Yanis Varoufakis’in Yasaklanan Filistin Kongresi Konuşması
“Evrensel İnsan Hakları ya evrenseldir ya da hiçbir şey ifade etmezler.”
“Holokost’tan dolayı duyduğunuz haklı suçluluğun ortadan kalkması için daha ne kadar Filistinlinin kanı akmalı?”
Tehditlere, dışarıdaki polislere, Alman basınına, Alman devletine ve burada olduğunuz için sizi şeytanlaştıran Alman siyasi sistemine rağmen burada olduğunuz için sizi kutlarım ve içtenlikle teşekkür ederim.
Geçenlerde bir Alman gazeteci “Neden bir Filistin Kongresi, Sayın Varoufakis?” diye sordu. (Filistin Eski Eğitim Bakanı) Hanan Ashrawi’nin bir zamanlar dediği gibi: “Susturulmuşlar bize acılarını anlatamayabilirler.”
Ashrawi’nin sözü bugün daha da anlam kazanmış durumda. Çünkü katledilen ve aç bırakılan susturulmuşlar bize katliamları ve açlığı anlatamıyorlar.
Ayrıca, saygın bir halk olan Almanya halkı, kendi adlarına suç ortaklığıyla gerçekleştirilen bir başka soykırımla ilişkilendirilerek kalpsiz bir toplum olmaya doğru tehlikeli bir yola sürükleniyor.
Ben Yahudi ya Filistinli değilim. Ancak burada Yahudiler ve Filistinliler arasında bulunmaktan, sesimi onlarınkiyle harmanlamaktan, gurur duyuyorum. Bugün burada birlikte olmak, “bir arada yaşamanın” sadece mümkün olmadığını hali hazırda gerçek olduğunun kanıtıdır.
“Neden bir Yahudi Kongresi değil, Sayın Varoufakis?” diye sordu aynı Alman gazeteci, zekice bir hamle yaptığını düşünerek. Sorusunu memnuniyetle yanıtladım.
Herhangi bir yerde tek bir Yahudi bile, sadece Yahudi olduğu için tehdit edilirse, yakama Davut yıldızını takar ve ne pahasına olursa olsun, dayanışmamı göstereceğim.
Dünyanın herhangi bir yerinde Yahudiler saldırıya uğrarsa, dayanışmamızı tescil etmek üzere bir Yahudi Kongresi’nin toplanmasını isteyen ilk kişi ben olacağım.
Ölü ve Filistinli olmak için Hamas’lı olmak gerektiği dogması yüzünden Filistinliler, Filistinli oldukları için katledildiklerinde de aynı şekilde kefiyemi takar ve ne pahasına olursa olsun dayanışmamı sunarım.

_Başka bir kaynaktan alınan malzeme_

/*
 * whorl_action.h 0.1.0: sums of Pauli strings compiled between two spaces into a map: the product y = A x without a
 * stored matrix.
 *
 *     whorl_action_desc desc = whorl_action_default();
 *     whorl_action *action = NULL;
 *     desc.sums = &sum;  desc.sum_count = 1;  desc.source = space;
 *     if (whorl_action_make(&host, &desc, &action) == WHORL_OK) {
 *         whorl_map map = whorl_action_map(action);
 *         status = whorl_map_apply(&host, &map, x, y, 1);
 *         whorl_action_free(&host, action);
 *     }
 *
 * A = sum over k of weight_k sum_k. The strings and their places (the structure) are compiled once; new weights are
 * taken by whorl_action_reweight, which costs little and gives the bits that a new compilation would. It does not store
 * the matrix, and does not look for a rotation that makes it real (whorl_sum_real_gauge).
 *
 * Bits: y_t adds f_g(t) x_s, s = t ^ flip_g, over the flips g in ascending order, whatever the space, the kernel, the
 * tile or the number of threads. See >>compile for the exact rule. They are promised for finite x.
 * Memory: one block an action, announced by whorl_action_bytes; spaces are borrowed and must outlive it, sums are
 * copied. What an apply takes is announced by whorl_map_scratch. Threads: the host's. An action changes in reweighting
 * only. Errors: statuses of whorl_core.h with a reason. Vectors are unspecified after WHORL_CANCELLED.
 */
#include "whorl_core.h"
#include "whorl_map.h"
#include "whorl_pauli.h"
#include "whorl_space.h"

#ifndef WHORL_ACTION_INCLUDED
#define WHORL_ACTION_INCLUDED

#if WHORL_CORE_VERSION != 100 || WHORL_MAP_VERSION != 100 || WHORL_PAULI_VERSION != 100 || WHORL_SPACE_VERSION != 100
#error "whorl_action.h 0.1.0 needs its siblings at 0.1.0: take all headers from one release"
#endif
#define WHORL_ACTION_VERSION 100

WHORLI_C_BEGIN
WHORLI_ARITHMETIC_BEGIN

/* What becomes of a state that the operator leads out of the target space. */
typedef int32_t whorl_action_mode;
enum {
    WHORL_ACTION_STRICT = 0, /* the operator is refused */
    WHORL_ACTION_PROJECT = 1 /* it is dropped: P A P' with the projectors of target and source */
};

typedef struct whorl_action_desc {
    const whorl_sum *sums;        /* tidy, of as many sites as the spaces */
    uint64_t sum_count;           /* 0: the operator zero */
    const whorl_complex *weights; /* one a sum; NULL: all 1 */
    const whorl_space *source;    /* of x; no default */
    const whorl_space *target;    /* of y; NULL: the source */
    whorl_action_mode mode;       /* default WHORL_ACTION_STRICT */
    whorl_element element;        /* default: real double where all sums and weights are real, else complex double */
} whorl_action_desc;

typedef struct whorl_action whorl_action;

/* All zero: set sums, sum_count and source. */
WHORL_API whorl_action_desc whorl_action_default(void);

/*
 * The bytes that whorl_action_make takes, exactly. Cost O(terms), no memory.
 * Errors: as whorl_action_make, but for those of memory and WHORL_LEAVES_SPACE.
 */
WHORL_API whorl_status whorl_action_bytes(whorl_host *host, const whorl_action_desc *desc, uint64_t *bytes);

/*
 * Compiles. In strict mode the weighted operator must lead every state of the source into the target, judged flip by
 * flip: X_i X_j + Y_i Y_j keeps S^z though neither string does. What a flip leads out must vanish up to 16 eps times
 * the sum of its |coefficients|, and is dropped. Cost: O(n log n) for n terms, and for the judging O(2^sites flipped) a
 * flip in spaces of fixed numbers; a scan of the source's states in lists and blockades. Errors: WHORL_BAD_ARGUMENT (no
 * source; a sum that is not tidy or has another number of sites; a real element type for an operator that is not real;
 * unknown mode or element), WHORL_NOT_FINITE (a weight or a weighted coefficient), WHORL_LEAVES_SPACE (the reason names
 * the flip, its terms and a state), WHORL_TOO_LARGE, WHORL_OVER_LIMIT, WHORL_NO_MEMORY, WHORL_CANCELLED; *action is
 * then NULL.
 */
WHORL_API whorl_status whorl_action_make(whorl_host *host, const whorl_action_desc *desc, whorl_action **action);
/* Gives the memory back; NULL is legal. */
WHORL_API void whorl_action_free(whorl_host *host, whorl_action *action);

/*
 * New weights, one a sum (NULL: all 1), on the same structure: the same bits as making it anew. It is judged again with
 * the new weights. Takes no memory. No map of this action may be at work meanwhile.
 * Errors, all with the action as it was: as whorl_action_make; complex weights for real elements are
 * WHORL_BAD_ARGUMENT.
 */
WHORL_API whorl_status whorl_action_reweight(whorl_host *host, whorl_action *action, const whorl_complex *weights);

/* The map, by value; valid while the action lives (norm_bound and hermitian: until it is reweighted). */
WHORL_API whorl_map whorl_action_map(const whorl_action *action);

/* Which kernel runs, in a few words, static text: for benches and tests. */
WHORL_API const char *whorl_action_kernel(const whorl_action *action);

WHORLI_ARITHMETIC_END
WHORLI_C_END
#endif /* WHORL_ACTION_INCLUDED */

Evrensel İnsan Hakları ya evrenseldir ya da hiçbir şey ifade etmezler.
Bu bakış açısıyla Alman gazetecinin sorusunu kendi sorularımla yanıtladım:
- 80 yıl önce evlerinden kovulup bir açık hava hapishanesine atılan 2 milyon İsrailli Yahudi, 80 yıldır sürekli bombalanırken hala o açık hava hapishanesinde, dış dünyaya erişimi olmadan, asgari yiyecek ve suyla, normal bir yaşam sürme, herhangi bir yere seyahat etme şansı olmadan tutuluyor mu? Hayır.
- İsrailli Yahudiler bir işgal ordusu tarafından kasıtlı olarak aç bırakılıyor ve çocukları yerde kıvranıp açlıktan feryat ediyor mu? Hayır.

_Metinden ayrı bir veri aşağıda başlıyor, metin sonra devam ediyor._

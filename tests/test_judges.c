/*
 * test_judges.c: the way from a sum to its levels against general-purpose libraries and against products that share no
 * code with it: LAPACK on all levels, ARPACK on the lowest, Kronecker matrices, residuals by the product term by term.
 */
#include "check.h"
#include "dense_judge.h"
#include "whorl.h"

static const double eps = 1.1102230246251565e-16; /* 2^-53, LAPACK's eps */

static const int kinds[4] = {JUDGE_HERMITIAN | JUDGE_REAL, JUDGE_HERMITIAN,
                             JUDGE_HERMITIAN | JUDGE_REAL | JUDGE_CONSERVING, JUDGE_HERMITIAN | JUDGE_CONSERVING};
static const char *const kind_name[4] = {"real", "complex", "conserving real", "conserving complex"};

static double worst_ratio; /* of residuals of Lanczos vectors to eps times the lowest level */

static double largest(double a, double b) { return fabs(a) > fabs(b) ? fabs(a) : fabs(b); }

/* The library's way to a dense matrix: the map applied to all unit vectors at one go. 1 or 2 doubles an element. */
static double *matrix_of_map(whorl_host *host, const whorl_map *map)
{
    uint64_t n = map->columns, parts = whorl_element_is_complex(map->element) ? 2 : 1, k;
    double *unit = judge_reals(parts * n * n), *matrix = judge_reals(parts * n * n);
    for (k = 0; k < n; k++)
        unit[parts * (k + n * k)] = 1.0;
    CHECK_STATUS(whorl_map_apply(host, map, unit, matrix, (int32_t)n), WHORL_OK, host);
    free(unit);
    return matrix;
}

/* max_k ||A v_k - l_k v_k|| by the naive product. */
static double worst_residual(const whorl_sum *sum, const uint64_t *states, uint64_t n, uint64_t count,
                             const double *levels, const double *v, int is_complex)
{
    double worst = 0.0;
    uint64_t k;
    for (k = 0; k < count; k++) {
        double residual = judge_residual(sum, states, n, levels[k], v + (is_complex ? 2 : 1) * n * k, is_complex);
        if (!(residual <= worst))
            worst = residual;
    }
    return worst;
}

/* max |<v_k, v_l> - delta_kl| */
static double worst_overlap(uint64_t n, uint64_t count, const double *v, int is_complex)
{
    uint64_t parts = is_complex ? 2 : 1, k, l, r;
    double worst = 0.0;
    for (k = 0; k < count; k++)
        for (l = 0; l <= k; l++) {
            const double *x = v + parts * n * k, *y = v + parts * n * l;
            double re = k == l ? -1.0 : 0.0, im = 0.0;
            for (r = 0; r < parts * n; r++)
                re += x[r] * y[r];
            for (r = 0; r < n && is_complex; r++)
                im += x[2 * r] * y[2 * r + 1] - x[2 * r + 1] * y[2 * r];
            if (!(sqrt(re * re + im * im) <= worst))
                worst = sqrt(re * re + im * im);
        }
    return worst;
}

- Aileleri hayatta olmayan binlerce Yahudi yaralı çocuk, bir zamanlar yuvaları olan enkazların arasında sürünüyor mu? Hayır.
- İsrailli Yahudiler bugün dünyanın en gelişmiş uçakları ve bombaları tarafından bombalanıyor mu? Hayır.
- İsrailli Yahudiler, gölgesinde dinlenebilecekleri ya da meyvesini tadabilecekleri tek bir ağacın bile kalmadığı küçücük arazilerde tam bir eko-kırım mı yaşıyorlar? Hayır.
- Bugün İsrailli Yahudi çocuklar BM üyesi bir devletin emriyle keskin nişancılar tarafından öldürülüyor mu? Hayır.
- Bugün İsrailli Yahudiler silahlı çeteler tarafından evlerinden sürülüyor mu? Hayır.
- İsrail bugün varoluş mücadelesi veriyor mu? Hayır.
Bu sorulardan herhangi birinin cevabı evet olsaydı bugün Yahudi Dayanışma Kongresi’ne katılıyor olurdum.
Yahudiler ve Filistinliler, Bedeviler ve Hıristiyanlar, bizden farklı düşünenlerle birlikte, karşılıklı saygı ve demokrasi çerçevesinde bir tartışma yürütüp Şeria Nehri’yle Akdeniz arasında kalan bölgede, herkes için barış ve evrensel insan haklarını nasıl getirebileceğimizi konuşmak isterdik.
Ne yazık ki Alman siyasi sisteminin tamamı buna izin vermemeye hükmetmiş. Sadece Hristiyan demokratların (CDU-CSU), hür demokratların (FDP), sosyal demokratların (SPD), Yeşiller ve dikkat çekici bir şekilde solcuların (Die Linke) iki liderinin de dahil olduğu ortak bir bildiriyle, Almanya’nın siyasi yelpazesi, sonucunda hemfikir olmayabileceğimiz medeni bir tartışmanın Almanya’da gerçekleşmemesi için birleşti.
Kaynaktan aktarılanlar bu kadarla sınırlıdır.